My life as a keaologist: Lake Rotoiti Survey, Part II
Armed with a net gun and a fishing rod fashioned into a kea-catching device, I headed into the hills around lake Rotoiti earlier this year to count & band kea as part of a 3 year population survey. Here’s the second installment of my diary …..
After sitting on the rock for an hour or so the drizzle started to turn into rain, so I gathered my things and headed for my tent. Time passes slowly when you are sitting in a tent with three bland walls to stare at, waiting for the weather to improve. Eventually it did though and I repositioned myself back on top of the rock. There wasn’t much kea activity but there were plenty of other things to watch that provided amusement. One was a fellow member of the survey team who had positioned themselves on a point below where I was; it was interesting to see them going through their processes of setting up their own vantage point. Maybe it seemed more interesting than it really was because of the lack of human interaction I had had during the day.
Something else that caught my eye was a family of goats that were feeding on the bush edge; there was a nanny, a billy and a kid. At this point I was wishing I had packed my rifle in with the rest of my gear, but that would have made my pack much too heavy. This family of goats were in view for about an hour and a half, it was interesting to watch them with such focus. They made their way up the mountain coming within 30m of my rock, eventually reaching the summit and descending over the other side of the ridge. The evening survey ended with no Kea observations and the morning was much of the same.
So once again I made my way down the mountain. The incline was steep, the footing wasn’t the best and as you guessed, this resulted in quite a tumble. My foot slipped on some loose rocks, I stumbled and lost my footing, after gaining some quite considerable momentum my leg then got caught around a single Kanuka trunk and I completely changed the direction I was facing. Instead of sliding feet first I was now sliding down the hill with my head in the downward position, like a backwards luge. I thought I might be slowing down when I suddenly felt the feeling of being unsupported by terra firma, I was indeed flying, ever so briefly, through the air. Surprisingly I had quite a gentle landing, I think it was all that stuff in my pack that broke my fall. I came out of it a bit shaken and with an unimpressive graze on my leg. I managed to get to the bottom of the valley without anymore mishaps when I thought it would be a good idea to take a short cut to the river crossing. The map on the GPS showed that this would be fine, but what I didn’t know was that GPS maps don’t show bogs as part of their detail. I was committed to the trudge and made it back to the meeting point safe and sound.

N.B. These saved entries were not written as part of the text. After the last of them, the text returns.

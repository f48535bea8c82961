"""From joint draws to the columns of the catalogue: quantiles, diagnostics and flags."""

from __future__ import annotations

from typing import Any

import numpy as np
from numpy.typing import NDArray
from scipy.special import binom, gammaincc

from starkiln.flags import BY_NAME
from starkiln.inference.arithmetic import exp_array, log_array
from starkiln.inference.checks import Agreement, compare
from starkiln.inference.posterior import LN_HEAT_K, Block, Prior
from starkiln.inference.start import climb
from starkiln.inference.summaries import correlations, has_gap, means, quantiles
from starkiln.physics.constants import LSUN_W, LUMINOSITY_MBOL_ZERO_W
from starkiln.physics.planck import wien_peak_nm
from starkiln.settings import Settings
from starkiln.stages.derive import Derived
from starkiln.stages.fit import Fitted
from starkiln.stages.model import FitModel
from starkiln.stages.stars import Stars
from starkiln.tables.columns import QUANTITIES

QUANTILE_NAMES = ("lo95", "lo68", "p50", "hi68", "hi95")
PREDICTIVE_DRAWS = 64
DETECTION_SIGMA = 3.0
FEW_BANDS = 5
POOR_PARALLAX = 5.0
POOR_FIT = 0.001
ODD_SIGMA = 2.0
LEAST_KEPT_SHARE = 0.5
OUTLIER = 0.9
EXCESS_SIGMA = 3.0
CONTRADICTION_SIGMA = 1.0
INFRARED_UM = 3.0
ULTRAVIOLET_UM = 0.32
NOT_WITHOUT_DETECTION = ("teff", "radius", "lum", "ang_diam", "fbol")

Columns = dict[str, NDArray[Any]]


def summarise(
    stars: Stars,
    fitted: Fitted,
    derived: Derived,
    mode: NDArray[np.float64],
    model: FitModel,
    settings: Settings,
) -> Columns:
    """Return the fitted columns of K stars, all but ``row_hash``, as float64, integer or string arrays.

    Parameters
    ----------
    stars
        The K stars of ``fitted.draws``, in its order.
    mode
        Their :func:`mode_points`.
    """
    columns: Columns = {}
    no_detection = _detections(stars) < 2
    plain = {name: quantiles(draws) for name, draws, _ in _reported(derived)}
    for name, _, logarithmic in _reported(derived):
        values = exp_array(plain[name]) if logarithmic else plain[name].copy()
        if name in NOT_WITHOUT_DETECTION:
            values[no_detection] = np.nan
        for place, suffix in enumerate(QUANTILE_NAMES):
            columns[f"{name}_{suffix}"] = values[:, place]
    columns["lambda_peak_p50"] = wien_peak_nm(columns["teff_p50"])
    columns["mbol_p50"] = -2.5 * np.log10(columns["lum_p50"] * (LSUN_W / LUMINOSITY_MBOL_ZERO_W))
    columns |= _correlations(derived, no_detection)
    columns |= _agreement(fitted, derived, mode, model)
    columns |= _diagnostics(fitted, derived)
    columns |= _factors(derived, no_detection, model)
    columns["photosphere"] = np.full(len(stars), model.photosphere)
    columns["ln_evidence_ratio"] = np.full(len(stars), np.nan)
    columns["n_bands"] = stars.usable.sum(axis=1)
    columns["n_limits"] = stars.limit.sum(axis=1)
    columns["flags"] = _flags(stars, fitted, derived, columns, model, settings)
    for name, rows in _at_bounds(plain, derived.kept_share, model.prior, settings).items():
        columns["flags"] |= _flag(name, rows)
    return columns


def kept_draws(stars: Stars, derived: Derived, settings: Settings) -> dict[str, NDArray[np.float32]]:
    """Return evenly spaced joint draws (K, keep_draws) of each quantity; NaN where the catalogue is null."""
    no_detection = _detections(stars) < 2
    n = derived.ln_teff.shape[1]
    places = np.linspace(0, n - 1, settings.sampling.keep_draws).astype(np.int64)
    kept = {}
    for name, draws, logarithmic in _reported(derived):
        some = np.ascontiguousarray(draws[:, places])
        kept[name] = (exp_array(some) if logarithmic else some).astype(np.float32)
        if name in NOT_WITHOUT_DETECTION:
            kept[name][no_detection] = np.nan
    return kept


def _reported(derived: Derived) -> list[tuple[str, NDArray[np.float64], bool]]:
    by_name = {
        "teff": derived.ln_teff,
        "radius": derived.ln_radius,
        "lum": derived.ln_lum,
        "dist": derived.ln_dist,
        "av": derived.av,
        "ang_diam": derived.ln_ang_diam,
        "fbol": derived.ln_fbol,
    }
    return [(quantity.name, by_name[quantity.name], quantity.name != "av") for quantity in QUANTITIES]


def _detections(stars: Stars) -> NDArray[np.int64]:
    measured = stars.usable & ~stars.limit
    return np.asarray((measured & (stars.flux_jy > DETECTION_SIGMA * stars.error_jy)).sum(axis=1))


def _correlations(derived: Derived, no_detection: NDArray[np.bool_]) -> Columns:
    pairs = {
        "corr_teff_radius": correlations(derived.ln_teff, derived.ln_radius),
        "corr_teff_lum": correlations(derived.ln_teff, derived.ln_lum),
        "corr_teff_av": correlations(derived.ln_teff, derived.av),
        "corr_radius_lum": correlations(derived.ln_radius, derived.ln_lum),
    }
    return {name: np.where(no_detection, np.nan, values) for name, values in pairs.items()}


def mode_points(fitted: Fitted, derived: Derived, model: FitModel) -> NDArray[np.float64]:
    """Return the posterior mode of each star, (K, 3 or more, 1) as `_points`: the best joint draw, climbed from."""
    log_prob = np.take_along_axis(fitted.draws.log_prob, derived.source, axis=1)
    best = np.take_along_axis(derived.source, np.argmax(log_prob, axis=1)[:, None], axis=1)[:, 0]
    chain = np.take_along_axis(fitted.draws.chain, best[:, None, None], axis=2)[:, :, 0]
    coords = chain.copy()
    coords[:, 0] = exp_array(LN_HEAT_K - chain[:, 0])
    coords[:, 1] = chain[:, 1] + chain[:, 0]
    climb(fitted.block, model.grid, model.prior, coords)
    natural = coords.copy()
    natural[:, 0] = LN_HEAT_K - log_array(coords[:, 0])
    natural[:, 1] = coords[:, 1] - natural[:, 0]
    return _points(natural[:, :, None], derived, model)


def _thinned(fitted: Fitted, derived: Derived, model: FitModel) -> NDArray[np.float64]:
    """Return PREDICTIVE_DRAWS evenly spaced joint draws, as `_points` lays them out."""
    places = np.linspace(0, derived.source.shape[1] - 1, PREDICTIVE_DRAWS).astype(np.int64)
    chain = np.take_along_axis(fitted.draws.chain, derived.source[:, None, places], axis=2)
    return _points(chain, derived, model)


def _points(chain: NDArray[np.float64], derived: Derived, model: FitModel) -> NDArray[np.float64]:
    """Return (K, 3 or more, L) of ln T, ln Omega, A_V and the rest: A_V put in where it is not among the draws."""
    if model.prior.fit_av:
        return np.ascontiguousarray(chain)
    av = np.broadcast_to(derived.av[:, :1], (len(chain), chain.shape[2]))[:, None]
    return np.ascontiguousarray(np.concatenate([chain[:, :2], av, chain[:, 2:]], axis=1))


def _factors(derived: Derived, no_detection: NDArray[np.bool_], model: FitModel) -> Columns:
    """Return the quantiles of the first factor learnt from stars; NaN without one."""
    values = np.full((len(no_detection), len(QUANTILE_NAMES)), np.nan)
    if model.departures is not None and model.departures.factors[:1] not in ((), ("fallback",)):
        values = quantiles(derived.z[0])
        values[no_detection] = np.nan
    return {f"photosphere_z1_{name}": values[:, place] for name, place in (("lo68", 1), ("p50", 2), ("hi68", 3))}


def _agreement(fitted: Fitted, derived: Derived, mode: NDArray[np.float64], model: FitModel) -> Columns:
    n_bands = len(model.floor)
    at_mode = compare(mode, fitted.block, model.grid, model.prior, n_bands)
    drawn: Agreement = compare(_thinned(fitted, derived, model), fitted.block, model.grid, model.prior, n_bands)
    measured = _measured_bands(fitted.block)
    chance = predictive_chance(drawn.chi2, measured, model.prior)
    columns: Columns = {
        "chi2": at_mode.chi2[:, 0],
        "ppp_value": np.where(measured > 0, means(chance), np.nan),
    }
    for place, label in enumerate(model.passbands):
        columns[f"residual_{label}"] = at_mode.residual[:, place]
        columns[f"outlier_{label}"] = drawn.outlier[:, place]
    return columns


def predictive_chance(chi2: NDArray[np.float64], n_bands: NDArray[np.int64], prior: Prior) -> NDArray[np.float64]:
    """Return the chance of a chi squared at least as large under the likelihood, outliers included.

    Parameters
    ----------
    chi2
        (K, L), each star's at L draws.
    n_bands
        (K,), measured bands.

    Notes
    -----
    Without outliers this is the chi-square distribution's own. With them the number k of outlying bands is binomial;
    for k > 0 their w^2 chi2_k is taken to outweigh the others, which count by their mean n - k.
    """
    n = n_bands[:, None].astype(np.float64)
    none = gammaincc(np.maximum(n, 1.0) / 2.0, chi2 / 2.0)
    total = (1.0 - prior.outlier_fraction) ** n * none
    for k in range(1, int(n_bands.max(initial=0)) + 1):
        rest = np.maximum(chi2 - (n - k), 0.0) / prior.outlier_width**2
        weight = binom(n, k) * prior.outlier_fraction**k * (1.0 - prior.outlier_fraction) ** np.maximum(n - k, 0.0)
        total += weight * gammaincc(k / 2.0, rest / 2.0)
    return np.asarray(total)


def _measured_bands(block: Block) -> NDArray[np.int64]:
    used = np.arange(block.band.shape[1]) < block.n_bands[:, None]
    return np.asarray((used & ~block.limit).sum(axis=1))


def _diagnostics(fitted: Fitted, derived: Derived) -> Columns:
    draws, convergence = fitted.draws, fitted.draws.convergence
    return {
        "ess_bulk": convergence.ess_bulk.min(axis=1) * derived.kept_share,
        "ess_tail": convergence.ess_tail.min(axis=1) * derived.kept_share,
        "autocorr_steps": convergence.autocorr_steps.max(axis=1),
        "rhat_max": convergence.rhat.max(axis=1),
        "n_steps": np.full(len(draws.stars), draws.n_steps),
        "accept_frac": draws.accept_frac,
    }


def _flags(
    stars: Stars, fitted: Fitted, derived: Derived, columns: Columns, model: FitModel, settings: Settings
) -> NDArray[np.int32]:
    """Return the flags that the data and the sampling raise."""
    given = np.isfinite(stars.distance_pc)
    has_parallax = np.isfinite(stars.parallax_mas) & ~given
    no_detection = _detections(stars) < 2
    with np.errstate(invalid="ignore"):
        raised = {
            "few_bands": columns["n_bands"] < FEW_BANDS,
            "poor_parallax": has_parallax & (stars.parallax_mas < POOR_PARALLAX * stars.parallax_error_mas),
            "negative_parallax": has_parallax & (stars.parallax_mas < 0.0),
            "no_parallax": ~has_parallax & ~given,
            "not_converged": ~fitted.draws.converged | _lost_draws(columns, derived, settings),
            "several_modes": _several_modes(fitted) & ~no_detection,
            "no_detection": no_detection,
            "poor_fit": columns["ppp_value"] < POOR_FIT,
            "band_outlier": _any_band(columns, "outlier", list(model.passbands), OUTLIER),
            "infrared_excess": _excess(stars, columns, model, is_infrared=True),
            "odd_photosphere": np.abs(columns["photosphere_z1_p50"]) > ODD_SIGMA,
            "outside_calibration": _outside_calibration(stars, columns, model) & ~no_detection,
            "blackbody_chosen": np.full(len(stars), settings.model.photosphere == "auto" and model.departures is None),
            "ultraviolet_excess": _excess(stars, columns, model, is_infrared=False),
        }
    flags = np.zeros(len(stars), np.int32)
    for name, rows in raised.items():
        flags |= _flag(name, rows)
    return flags


def _flag(name: str, rows: NDArray[np.bool_]) -> NDArray[np.int32]:
    return np.where(rows, np.int32(BY_NAME[name].value), np.int32(0))


def _outside_calibration(stars: Stars, columns: Columns, model: FitModel) -> NDArray[np.bool_]:
    """Return whether more than half of a star's bands rest on a guess, or on departures of other temperatures."""
    if model.departures is None:
        return np.zeros(len(stars), bool)
    teff_k = np.nan_to_num(columns["teff_p50"], nan=1.0)
    good = model.departures.holds(teff_k).T & model.departures.served
    return np.asarray((stars.usable & ~good).sum(axis=1) > 0.5 * stars.usable.sum(axis=1))


def _lost_draws(columns: Columns, derived: Derived, settings: Settings) -> NDArray[np.bool_]:
    """Return whether the bounds on R have left fewer effective draws than half of what was asked for."""
    too_few = columns["ess_bulk"] < LEAST_KEPT_SHARE * settings.sampling.effective_samples
    return np.asarray(too_few & (derived.kept_share < 1.0))


def _several_modes(fitted: Fitted) -> NDArray[np.bool_]:
    # The chain itself: joint draws may repeat, which looks like gaps.
    return has_gap(np.sort(fitted.draws.chain[:, 0], axis=-1))


def _at_bounds(
    plain: dict[str, NDArray[np.float64]], kept_share: NDArray[np.float64], prior: Prior, settings: Settings
) -> dict[str, NDArray[np.bool_]]:
    """Return the flags of quantities whose quantiles, as :class:`Derived` has them, reach the bounds."""
    ln_teff, av, ln_radius, ln_dist = (plain[name] for name in ("teff", "av", "radius", "dist"))
    ln_radius_min, ln_radius_max = np.log(settings.model.radius_rsun)
    nearest, farthest = np.log(settings.model.distance.bounds_pc)
    return {
        "temperature_at_bound": (ln_teff[:, 0] < prior.ln_teff_min + 0.01) | (ln_teff[:, 4] > prior.ln_teff_max - 0.01),
        "extinction_at_bound": (av[:, 4] > 0.98 * prior.av_max) & prior.fit_av,
        "distance_at_bound": (ln_dist[:, 0] < nearest + 0.05) | (ln_dist[:, 4] > farthest - 0.05),
        "radius_at_bound": (ln_radius[:, 0] < ln_radius_min + 0.05)
        | (ln_radius[:, 4] > ln_radius_max - 0.05)
        | (kept_share == 0.0),
    }


def _any_band(columns: Columns, prefix: str, labels: list[str], level: float) -> NDArray[np.bool_]:
    values = np.stack([columns[f"{prefix}_{label}"] for label in labels])
    return np.asarray((values > level).any(axis=0))


def excess(residual: NDArray[np.float64], limit: NDArray[np.bool_]) -> NDArray[np.bool_]:
    """Return whether stars outshine the model in a region of the spectrum.

    The band with the largest residual must be measured and above 3 sigma. Whatever is cooler, or hotter, than the star
    outshines it the more the further out, so no band beyond that one, measured or limit, may lie 1 sigma below.

    Parameters
    ----------
    residual, limit
        (K, n): residuals in sigma of the total error, NaN where unused, and which are those of upper limits; the
        region's bands from the optical outwards.
    """
    height = np.where(limit | np.isnan(residual), -np.inf, residual)
    highest = height.argmax(axis=1)
    beyond = np.arange(residual.shape[1]) > highest[:, None]
    contradicted = (beyond & (residual < -CONTRADICTION_SIGMA)).any(axis=1)
    return np.asarray((height.max(axis=1) > EXCESS_SIGMA) & ~contradicted)


def _excess(stars: Stars, columns: Columns, model: FitModel, is_infrared: bool) -> NDArray[np.bool_]:
    pivot_um = np.array([passband.pivot_um for passband in model.passbands.values()])
    in_region = pivot_um > INFRARED_UM if is_infrared else pivot_um < ULTRAVIOLET_UM
    order = np.argsort(pivot_um if is_infrared else -pivot_um, kind="stable")
    places = order[in_region[order]]
    if not len(places):
        return np.zeros(len(stars), bool)
    labels = list(model.passbands)
    residual = np.stack([columns[f"residual_{labels[place]}"] for place in places], axis=1)
    return excess(residual, stars.limit[:, places])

The journey to my next survey points were much the same as before, I was alone, it was steep and it was a beautiful place to be. The only difference about this particular site was that there was Kea! After yet another rehydrated dehydrated dinner mixed with noodles I prepared for the survey period. Not long after that I heard one pretty close and soon had an encounter with it. This particular bird definitely wasn’t shy; he immediately investigated all my belongings. He jumped in my cooking pot, rearranged my washing that was strategically placed on the rocks to dry and he hung around for at least an hour. I managed to identify this particular bird by taking photos of an old leg band and zooming in on my camera’s LCD screen. It was good to find out that he has been in the area for a while and still going strong. Because I was by myself it wasn’t really practical to catch him: putting transmitters on kea is a two person job – the first to make sure the other doesn’t become a chew toy and the second to fit the transmitter. This bird came and went a few times during the survey period and even came to visit me in my bivy bag. It was quite eerie having a kea sitting above me in the dark with the moonlight behind him and him calling in a way I had never heard before. I think he got bored of me once I started snoring because he was gone when I woke up.
After this survey it was time for a break back at the lodge. I got all the washing done, brought some food to supplement my dehydrated food packs and we all talked about the surveys that we had under our belt. We even had time for a relaxing swim in the lake. The water was beautiful but the area around the wharf was quickly vacated when it was discovered that huge eels were occupying the same area. A shower was the best luxury of all and was savoured because I did not know when the next one could be! We all rested up back in civilization and prepared for the adventures to come in the next few days.